Meu pai estava animado com a nova rotina e os amigos da mesma idade que conheceu no Facebook. Ele sabia que mais cedo ou mais tarde eu daria um jeito na minha vida. Fui jantar com Clara e nos encontramos com Selim. Eu quase pude tocar a tensão entre os dois. Clara me olhou com desespero e deu para perceber como ela ficou desconfortável. Selim estava tão bonito quanto na escola. Agora com a barba maior e bem mais musculoso. Era impossível Clara resistir a tudo isso.
- Selim como você está?

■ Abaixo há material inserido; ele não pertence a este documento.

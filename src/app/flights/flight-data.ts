import type { FlightEvent, FlightSeriesPoint, FlightSummary } from '@contracts/flights/flight-data';

export type { FlightEvent, FlightSeriesPoint, FlightSummary };
export type { ColumnMapping } from '@contracts/flights/column-mapping';

/** A flight's analysed log. */
export interface FlightData {
  summary: FlightSummary | null;
  series: FlightSeriesPoint[] | null;
  events: FlightEvent[] | null;
}

/**
 * `GET /api/flights/:id`: the card and, once a log is in, its summary and chart series, either beside the card or
 * under `data` (null before a log is in); the embed reads both.
 */
export interface FlightDetail extends Partial<FlightData> {
  flight: { id: number; rocketName?: string; [key: string]: unknown };
  data?: FlightData | null;
}

/** Event names in Padside's words. */
export const EVENT_LABELS: Record<FlightEvent['kind'], string> = {
  liftoff: 'Liftoff',
  burnout: 'Motor burnout',
  apogee: 'Apogee (highest point)',
  deployment: 'Descent under the main recovery device',
  landing: 'Landing',
};
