import { HttpEventType } from '@angular/common/http';
import { ChangeDetectionStrategy, Component, computed, inject, input, output, signal } from '@angular/core';
import { toSignal } from '@angular/core/rxjs-interop';
import { FormControl, FormGroup, ReactiveFormsModule, Validators } from '@angular/forms';
import { MatButtonModule } from '@angular/material/button';
import { MatFormFieldModule } from '@angular/material/form-field';
import { MatIconModule } from '@angular/material/icon';
import { MatProgressBarModule } from '@angular/material/progress-bar';
import { MatSelectModule } from '@angular/material/select';
import { applyServerErrors } from '../core/api-error';
import { FieldErrorPipe } from '../shared/field-error-pipe';
import type { ColumnMapping, FlightSummary } from './flight-data';
import { FlightDataApi } from './flight-data-api';
import { guessColumnMapping } from '@contracts/flights/column-mapping';
import { previewRows, readText } from './flight-log-preview';

/** How much of the file the browser reads to show the first rows. */
const PREVIEW_BYTES = 64 * 1024;

/**
 * The server's field names (the mapping's paths, with or without a `columns.` prefix) onto this form's controls,
 * so a refused column shows beside its select.
 */
const SERVER_FIELDS: Record<string, string> = {};
for (const prefix of ['', 'columns.']) {
  Object.assign(SERVER_FIELDS, {
    [`${prefix}time`]: 'timeColumn',
    [`${prefix}time.column`]: 'timeColumn',
    [`${prefix}time.unit`]: 'timeUnit',
    [`${prefix}pressure`]: 'pressureColumn',
    [`${prefix}pressure.column`]: 'pressureColumn',
    [`${prefix}pressure.unit`]: 'pressureUnit',
    [`${prefix}temperature`]: 'temperatureColumn',
    [`${prefix}temperature.column`]: 'temperatureColumn',
    [`${prefix}acceleration`]: 'accelAxes',
    [`${prefix}acceleration.columns`]: 'accelAxes',
    [`${prefix}acceleration.unit`]: 'accelUnit',
  });
}

/** Uploads a flight's altimeter log: shows its first rows, maps the columns, sends it with a progress bar. */
@Component({
  selector: 'ps-flight-log-upload',
  imports: [
    ReactiveFormsModule,
    MatButtonModule,
    MatFormFieldModule,
    MatIconModule,
    MatProgressBarModule,
    MatSelectModule,
    FieldErrorPipe,
  ],
  templateUrl: './flight-log-upload.html',
  styleUrl: './flight-log-upload.scss',
  changeDetection: ChangeDetectionStrategy.OnPush,
})
export class FlightLogUpload {
  private readonly api = inject(FlightDataApi);

  readonly flightId = input.required<number>();
  readonly uploaded = output<FlightSummary>();

  protected readonly form = new FormGroup({
    log: new FormControl<File | null>(null, Validators.required),
    timeColumn: new FormControl('', { nonNullable: true, validators: Validators.required }),
    timeUnit: new FormControl<'s' | 'ms'>('s', { nonNullable: true }),
    pressureColumn: new FormControl('', { nonNullable: true, validators: Validators.required }),
    pressureUnit: new FormControl<'Pa' | 'hPa'>('Pa', { nonNullable: true }),
    temperatureColumn: new FormControl('', { nonNullable: true }),
    accelAxes: new FormControl<'none' | 'one' | 'three'>('none', { nonNullable: true }),
    accelX: new FormControl('', { nonNullable: true }),
    accelY: new FormControl('', { nonNullable: true }),
    accelZ: new FormControl('', { nonNullable: true }),
    accelUnit: new FormControl<'g' | 'm/s2'>('g', { nonNullable: true }),
    /** Carries the server's word on the mapping as a whole. */
    columns: new FormControl<null>(null),
  });

  protected readonly headers = signal<string[]>([]);
  protected readonly rows = signal<string[][]>([]);
  protected readonly fileName = signal<string | null>(null);
  protected readonly guessed = signal<boolean | null>(null);
  /** Upload progress in percent; null when nothing is on its way. */
  protected readonly progress = signal<number | null>(null);
  protected readonly sent = computed(() => this.progress() === 100);
  protected readonly problem = signal<string | null>(null);
  protected readonly result = signal<FlightSummary | null>(null);
  protected readonly axes = toSignal(this.form.controls.accelAxes.valueChanges, {
    initialValue: this.form.controls.accelAxes.value,
  });

  protected async pick(picker: HTMLInputElement): Promise<void> {
    const file = picker.files?.[0];
    picker.value = '';
    if (!file) return;
    this.problem.set(null);
    this.result.set(null);
    this.fileName.set(file.name);
    this.form.controls.log.setValue(file);
    this.form.controls.log.setErrors(null);
    this.form.controls.columns.setErrors(null);
    let preview: { headers: string[]; rows: string[][] };
    try {
      preview = previewRows(await readText(file.slice(0, PREVIEW_BYTES)));
    } catch {
      preview = { headers: [], rows: [] };
    }
    if (preview.headers.length === 0)
      this.problem.set('Padside could not read the first rows of this file. Is it a CSV file?');
    this.headers.set(preview.headers);
    this.rows.set(preview.rows);
    const guess = guessColumnMapping(preview.headers);
    this.guessed.set(guess !== null);
    this.applyMapping(guess);
  }

  private applyMapping(m: ColumnMapping | null): void {
    const accel = m?.acceleration?.columns ?? [];
    this.form.patchValue({
      timeColumn: m?.time.column ?? '',
      timeUnit: m?.time.unit ?? 's',
      pressureColumn: m?.pressure.column ?? '',
      pressureUnit: m?.pressure.unit ?? 'Pa',
      temperatureColumn: m?.temperature?.column ?? '',
      accelAxes: accel.length === 3 ? 'three' : accel.length === 1 ? 'one' : 'none',
      accelX: accel.length === 3 ? accel[0] : '',
      accelY: accel.length === 3 ? accel[1] : '',
      accelZ: accel.length === 3 ? accel[2] : (accel[0] ?? ''),
      accelUnit: m?.acceleration?.unit ?? 'g',
    });
  }

  /** The mapping the form describes. */
  protected mapping(): ColumnMapping {
    const v = this.form.getRawValue();
    const mapping: ColumnMapping = {
      time: { column: v.timeColumn, unit: v.timeUnit },
      pressure: { column: v.pressureColumn, unit: v.pressureUnit },
    };
    if (v.temperatureColumn) mapping.temperature = { column: v.temperatureColumn, unit: 'C' };
    const accel = v.accelAxes === 'three' ? [v.accelX, v.accelY, v.accelZ] : v.accelAxes === 'one' ? [v.accelZ] : [];
    if (accel.length && accel.every((c) => c)) mapping.acceleration = { columns: accel, unit: v.accelUnit };
    return mapping;
  }

  protected send(): void {
    const file = this.form.controls.log.value;
    this.form.markAllAsTouched();
    if (this.form.invalid || !file || this.progress() !== null) return;
    this.problem.set(null);
    this.progress.set(0);
    this.api.uploadLog(this.flightId(), file, this.mapping()).subscribe({
      next: (e) => {
        if (e.type === HttpEventType.UploadProgress)
          this.progress.set(e.total ? Math.round((100 * e.loaded) / e.total) : 0);
        if (e.type === HttpEventType.Response && e.body) {
          this.progress.set(null);
          this.result.set(e.body.summary);
          this.uploaded.emit(e.body.summary);
        }
      },
      error: (err) => {
        this.progress.set(null);
        this.problem.set(applyServerErrors(this.form, err, SERVER_FIELDS));
      },
    });
  }
}
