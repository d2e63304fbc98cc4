import { ClubDatePipe } from '../shared/club-date-pipe';
import {
  ChangeDetectionStrategy,
  Component,
  computed,
  ElementRef,
  inject,
  Injector,
  output,
  signal,
  viewChild,
} from '@angular/core';
import { HttpErrorResponse } from '@angular/common/http';
import { rxResource, toSignal } from '@angular/core/rxjs-interop';
import { FormArray, FormGroup, NonNullableFormBuilder, ReactiveFormsModule, Validators } from '@angular/forms';
import { firstValueFrom } from 'rxjs';
import { MatButtonModule } from '@angular/material/button';
import { MatCheckboxModule } from '@angular/material/checkbox';
import { MatDatepickerModule } from '@angular/material/datepicker';
import { MatFormFieldModule } from '@angular/material/form-field';
import { MatInputModule } from '@angular/material/input';
import { MatSelectModule } from '@angular/material/select';
import { applyServerErrors } from '../core/api-error';
import { FieldErrorPipe } from '../shared/field-error-pipe';
import { MoneyPipe } from '../shared/money-pipe';
import type { Membership } from '@contracts/membership/membership-answers';
import { MembershipApi } from './membership-api';
import { provideClubDates, toIsoDate } from '../shared/club-date-adapter';
import { focusFirstInvalid } from '../shared/focus-first-invalid';
import { CardChoice } from './card-choice';

/** The join form: plan, member profile, family, association and certification, waiver, card and auto-renew. */
@Component({
  selector: 'ps-join-form',
  imports: [
    ReactiveFormsModule,
    MatButtonModule,
    MatCheckboxModule,
    MatDatepickerModule,
    MatFormFieldModule,
    MatInputModule,
    MatSelectModule,
    FieldErrorPipe,
    MoneyPipe,
    ClubDatePipe,
    CardChoice,
  ],
  providers: [provideClubDates()],
  templateUrl: './join-form.html',
  styleUrl: './membership-forms.scss',
  changeDetection: ChangeDetectionStrategy.OnPush,
})
export class JoinForm {
  private readonly api = inject(MembershipApi);
  private readonly fb = inject(NonNullableFormBuilder);

  /** Emits the new membership once the first payment has gone through. */
  readonly joined = output<Membership>();

  private readonly injector = inject(Injector);
  private readonly formEl = viewChild.required<ElementRef<HTMLFormElement>>('formEl');
  private readonly cardChoice = viewChild.required(CardChoice);
  protected readonly plans = rxResource({ stream: () => this.api.plans() });
  protected readonly policy = rxResource({ stream: () => this.api.policy() });
  protected readonly form = this.fb.group({
    planId: this.fb.control<number | null>(null, Validators.required),
    profile: this.fb.group({
      legalName: ['', [Validators.required, Validators.maxLength(120)]],
      dateOfBirth: this.fb.control<Date | null>(null, Validators.required),
      address: ['', [Validators.required, Validators.maxLength(400)]],
      phone: ['', Validators.required],
      emergencyContact: ['', Validators.required],
      associationNumber: [''],
      associationExpires: this.fb.control<Date | null>(null),
      certificationLevel: ['none'],
      certificationDate: this.fb.control<Date | null>(null),
      familyMembers: this.fb.array<FormGroup>([]),
    }),
    waiverAccepted: [false, Validators.requiredTrue],
    waiverVersion: [''],
    paymentToken: ['', Validators.required],
    autoRenew: [false],
  });
  protected readonly problem = signal<string | null>(null);
  protected readonly busy = signal(false);

  private readonly planId = toSignal(this.form.controls.planId.valueChanges, { initialValue: null });
  protected readonly selectedPlan = computed(
    () => this.plans.value()?.items.find((p) => p.id === this.planId()) ?? null,
  );
  protected readonly quote = rxResource({
    params: () => this.planId() ?? undefined,
    stream: ({ params }) => this.api.quote(params),
  });

  protected get family(): FormArray<FormGroup> {
    return this.form.controls.profile.controls.familyMembers;
  }

  protected addFamilyMember(): void {
    this.family.push(
      this.fb.group({
        name: ['', Validators.required],
        dateOfBirth: this.fb.control<Date | null>(null, Validators.required),
      }),
    );
  }

  protected removeFamilyMember(i: number): void {
    this.family.removeAt(i);
  }

  protected async submit(): Promise<void> {
    this.form.markAllAsTouched();
    const policy = this.policy.value();
    if (this.form.invalid || !policy) {
      focusFirstInvalid(this.formEl().nativeElement, this.injector);
      return;
    }
    this.busy.set(true);
    this.problem.set(null);
    const v = this.form.getRawValue();
    try {
      const paymentToken = await this.cardChoice().token();
      const family = this.selectedPlan()?.eligibility === 'family' ? v.profile.familyMembers : [];
      const res = await firstValueFrom(
        this.api.join({
          planId: v.planId!,
          profile: {
            ...v.profile,
            dateOfBirth: toIsoDate(v.profile.dateOfBirth),
            associationExpires: toIsoDate(v.profile.associationExpires),
            certificationDate: toIsoDate(v.profile.certificationDate),
            familyMembers: family.map((p) => ({
              name: p['name'] as string,
              dateOfBirth: toIsoDate(p['dateOfBirth'] as Date | null),
            })),
          },
          waiverVersion: policy.waiverVersion,
          safetyCodeVersion: policy.safetyCodeVersion,
          paymentToken: paymentToken ?? '',
          autoRenew: v.autoRenew,
        }),
      );
      this.joined.emit(res.membership);
    } catch (err) {
      // The processor's frame shows its own words beside the card; everything else goes on the fields.
      this.problem.set(
        err instanceof HttpErrorResponse || !(err instanceof Error) ? applyServerErrors(this.form, err) : err.message,
      );
      focusFirstInvalid(this.formEl().nativeElement, this.injector);
    } finally {
      this.busy.set(false);
    }
  }
}
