import { HttpClient, HttpContext } from '@angular/common/http';
import { Injectable, inject } from '@angular/core';
import { Observable } from 'rxjs';
import type {
  DuesQuote,
  MemberCard,
  Membership,
  MembershipPolicy,
  Plan,
} from '@contracts/membership/membership-answers';
import type { AutoRenewInput, JoinInput, ProfileEditInput, RenewInput } from '@contracts/membership/membership-schemas';
import { QUIET_ERRORS } from '../core/error-interceptor';

// Form errors are shown beside the fields, so these calls skip the global snack bar.
const quiet = () => ({ context: new HttpContext().set(QUIET_ERRORS, true) });

/** Club dues: plans, quotes, joining, renewing and the member card. */
@Injectable({ providedIn: 'root' })
export class MembershipApi {
  private readonly http = inject(HttpClient);

  /** The dues plans open to join. */
  plans(): Observable<{ items: Plan[] }> {
    return this.http.get<{ items: Plan[] }>('/api/membership/plans');
  }

  /** The current waiver and safety-code versions a member must accept. */
  policy(): Observable<MembershipPolicy> {
    return this.http.get<MembershipPolicy>('/api/membership/policy');
  }

  /** What joining on a plan costs today (dues, joining fee, insurance). */
  quote(planId: number): Observable<DuesQuote> {
    return this.http.post<DuesQuote>('/api/membership/quote', { planId }, quiet());
  }

  /** The caller's membership; null before they join. */
  me(): Observable<{ membership: Membership | null }> {
    return this.http.get<{ membership: Membership | null }>('/api/membership/me', quiet());
  }

  /** Joins the club and pays the dues; refusals come back for the fields. */
  join(body: JoinInput): Observable<{ membership: Membership }> {
    return this.http.post<{ membership: Membership }>('/api/membership', body, quiet());
  }

  /** Pays the next term's dues, with the card on file or a new token. */
  renew(body: RenewInput): Observable<{ membership: Membership }> {
    return this.http.post<{ membership: Membership }>('/api/membership/renew', body, quiet());
  }

  /** Saves the member's association number and certification. */
  updateProfile(patch: ProfileEditInput): Observable<{ membership: Membership }> {
    return this.http.patch<{ membership: Membership }>('/api/membership/me', patch, quiet());
  }

  /** Switches automatic renewal on (with a card) or off. */
  setAutoRenew(autoRenew: boolean, paymentToken?: string): Observable<{ membership: Membership }> {
    const body: AutoRenewInput = { autoRenew, ...(paymentToken ? { paymentToken } : {}) };
    return this.http.post<{ membership: Membership }>('/api/membership/auto-renew', body, quiet());
  }

  /** The member card with its check-in QR code. */
  card(): Observable<{ card: MemberCard }> {
    return this.http.get<{ card: MemberCard }>('/api/membership/card');
  }
}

Não nos vemos há anos.
- Estou bem Amelia. Você continua muito bonita. O que tem feito?
- Eu tinha uma floricultura mas precisei vender essa semana. Os clientes diminuíram muito.
- Sinto muito. Se eu soubesse teria ajudado.
- Sem problema.
Clara se manteve calada, de cabeça baixa e evitava olhar para Selim. Tomou várias taças de vinho e eu já sabia que teria que carregá-la no fim da noite.
- E você Selim, o que tem feito?
- Abri uma empresa de produtos e equipamentos de limpeza. Inclusive estou aqui para resolver a abertura de uma filial e eles contrataram nossos serviços.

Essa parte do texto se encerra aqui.